- Born: 8 October 1947 (age 78)
- Occupations: Musician; composer;
- Instruments: Trombone; keyboards;
- Years active: 1974–present
- Formerly of: Landscape

= Peter Thoms =

Peter Thoms (born
8 October 1947) is an Australian musician and composer best known for playing keyboards and trombone for the synth-pop band Landscape.

== Biography ==
Landscape was formed in 1974 with Richard James Burgess (vocals, drums), Christopher Heaton (keyboards), Andy Pask (bass guitar), Peter Thoms (trombone, keyboards), and John Walters (keyboards, woodwinds). The band built a following through live performances and touring before releasing their debut album Landscape in 1980. Their next album in 1981, From the Tea-rooms of Mars .... to the Hell-holes of Uranus led to the top 5 UK hit "Einstein A-Go-Go". Their third studio album in 1982, Manhattan Boogie-Woogie was well received as a dance album. After release of this album, Heaton and Thoms left the band and it became the trio Landscape III, which disbanded in 1984.

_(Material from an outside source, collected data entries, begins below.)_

package riskmodel

import (
	"errors"
	"fmt"
	"math"
	"strings"

	"github.com/riskmodel/riskmodel/te"
)

// Caution is the line every attribution report carries.
const Caution = "Forecasts are statistical estimates from past returns, not investment advice; validate any model under your own governance before relying on it."

// Defaults of AttributionOptions.
const (
	DefaultGroupBy  = "sector"
	DefaultTopNames = 10
	// DefaultSumTolerance is how far a side's weights may sum from 1 before
	// the report warns (or, for a long-only report, refuses).
	DefaultSumTolerance = 0.01
	// MaxAbsWeight is the largest weight magnitude Attribute accepts: 10 is
	// 1000 % of capital, far beyond any fund's leverage (common practice, no
	// source), so a larger weight is a unit or data error.
	MaxAbsWeight = 10.0
)

// AttributionOptions configure Attribute. A nil *AttributionOptions or a
// zero field means the documented default.
type AttributionOptions struct {
	// GroupBy lists the metadata columns to attribute by ("sector",
	// "size_bucket" or any other column of the asset file), each giving one
	// table; default [DefaultGroupBy]. With two or more, the report also
	// holds the cross table of the first two.
	GroupBy []string
	// Top is the number of single names listed as contributors and as
	// hedges; default DefaultTopNames.
	Top int
	// Band, if set, is the mandate's tracking-error band, annualised
	// fractions; a limit of 1 (100 %) or more is refused as percent.
	Band *te.Band
	// PortfolioName and BenchmarkName name the two sides in the report's
	// header (a file name, say); default "portfolio" and "benchmark".
	PortfolioName, BenchmarkName string
	// LongOnly declares the portfolio a long-only fund: a negative weight,
	// or weights summing away from 1 by more than SumTolerance, is then an
	// error. A portfolio with no negative weight is treated as long-only
	// for the hedges whatever LongOnly says.
	LongOnly bool
	// Shorts lets the hedges of a long-only portfolio sell more than the
	// holding (go short) and buy names outside the benchmark; by default a
	// long-only portfolio's hedge sells at most what it holds.
	Shorts bool
	// SumTolerance is how far a side's weights (including names counted as
	// cash) may sum from 1 before a warning; default DefaultSumTolerance.
	SumTolerance float64
}

// Attribution is an ex-ante tracking-error report: the JSON document of the
// attribution program, and what its text, CSV and HTML forms show. Every
// risk figure (tracking error, contributions, parts, volatilities, marginal
// contributions) is annualised with the model's PeriodsPerYear; weights are
// fractions of capital; percents are of the tracking error.
type Attribution struct {
	// The header: what the report is about.
	Portfolio      string  `json:"portfolio"`
	Benchmark      string  `json:"benchmark"`
	AsOf           string  `json:"as_of"`
	Method         string  `json:"method"`
	NumFactors     int     `json:"num_factors"` // K; 0 for a dense model
	NumAssets      int     `json:"num_assets"`  // N, the model's universe
	PeriodsPerYear float64 `json:"periods_per_year"`
	Units          string  `json:"units"`
	// PortfolioSum and BenchmarkSum are each side's total weight, names
	// counted as cash included; PortfolioNames and BenchmarkNames count the
	// names each side holds with a non-zero weight.
	PortfolioSum   float64  `json:"portfolio_sum"`
	BenchmarkSum   float64  `json:"benchmark_sum"`
	PortfolioNames int      `json:"portfolio_names"`
	BenchmarkNames int      `json:"benchmark_names"`
	LongOnly       bool     `json:"long_only"` // hedges kept within what a long-only fund can trade
	Warnings       []string `json:"warnings"`
	GroupBy        []string `json:"group_by"`

	// TrackingError is √(aᵀΣa)·√PeriodsPerYear with a = portfolio − benchmark.
	TrackingError float64 `json:"tracking_error"`
	// Factored says whether the model is in factor form. Then FactorPart +
	// SpecificPart = TrackingError (the Euler split of xᵀFx + aᵀDa), and the
	// rows' Factor + Specific = Contribution; otherwise all are 0 and the
	// text, CSV and HTML forms show them as not available.
	Factored      bool    `json:"factored"`
	FactorPart    float64 `json:"factor_part"`
	SpecificPart  float64 `json:"specific_part"`
	PortfolioRisk float64 `json:"portfolio_risk"`
	BenchmarkRisk float64 `json:"benchmark_risk"`
	Beta          float64 `json:"beta"`

	// Cash lists held assets the model does not cover, counted as cash with
	// zero risk, and their total weights.
	Cash          []string `json:"cash"`
	CashPortfolio float64  `json:"cash_portfolio"`
	CashBenchmark float64  `json:"cash_benchmark"`

	Groupings    []Grouping  `json:"groupings"` // one per GroupBy column
	Cross        *CrossTable `json:"cross"`     // nil with fewer than two groupings
	Contributors []AssetRow  `json:"contributors"`
	Hedges       []HedgeRow  `json:"hedges"`
	Factors      []FactorRow `json:"factors"`
	Specific     *FactorRow  `json:"specific"` // nil unless Factored
	Band         *BandRow    `json:"band"`     // nil without a band
	Caution      string      `json:"caution"`
}

// Grouping is the attribution by one metadata column.
type Grouping struct {
	Column string     `json:"column"` // the metadata column, "size_bucket"
	Title  string     `json:"title"`  // its heading, "size bucket"
	Groups []GroupRow `json:"groups"` // by label, increasing
}

// GroupRow is one group's part of the tracking error. Contribution =
// StandAloneTE · Correlation (Menchero–Davis, with the exposure folded into
// the group's stand-alone tracking error) = Factor + Specific.
type GroupRow struct {
	Group        string  `json:"group"`
	Members      int     `json:"members"` // names of the model's universe in the group
	Held         int     `json:"held"`    // names the portfolio holds in the group
	Portfolio    float64 `json:"portfolio"`
	Benchmark    float64 `json:"benchmark"`
	Active       float64 `json:"active"`
	Contribution float64 `json:"contribution"`
	Percent      float64 `json:"percent"`
	Factor       float64 `json:"factor"`
	Specific     float64 `json:"specific"`
	StandAloneTE float64 `json:"stand_alone_te"` // √(a_gᵀΣa_g): the group's active positions alone
	Correlation  float64 `json:"correlation"`
}

// CrossTable is the attribution by two groupings at once: one cell per pair
// of labels that has a member of the model's universe. The cells of a row
// add up to that row's GroupRow, those of a column to its GroupRow.
type CrossTable struct {
	Rows    string      `json:"rows"`    // the first grouping's column
	Columns string      `json:"columns"` // the second grouping's column
	Cells   []CrossCell `json:"cells"`   // by row label, then column label
}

After Landscape broke up, Thoms went into sessions work, appearing with various artists, including Kylie Minogue, Tina Turner, Jools Holland, Roger Waters, Pete Townshend and Midge Ure. He also appeared on Thomas Dolby's 1984 album The Flat Earth and toured with Dolby that year playing trombone. He currently serves as a Sessions Official at the Musicians' Union's head office in Britain.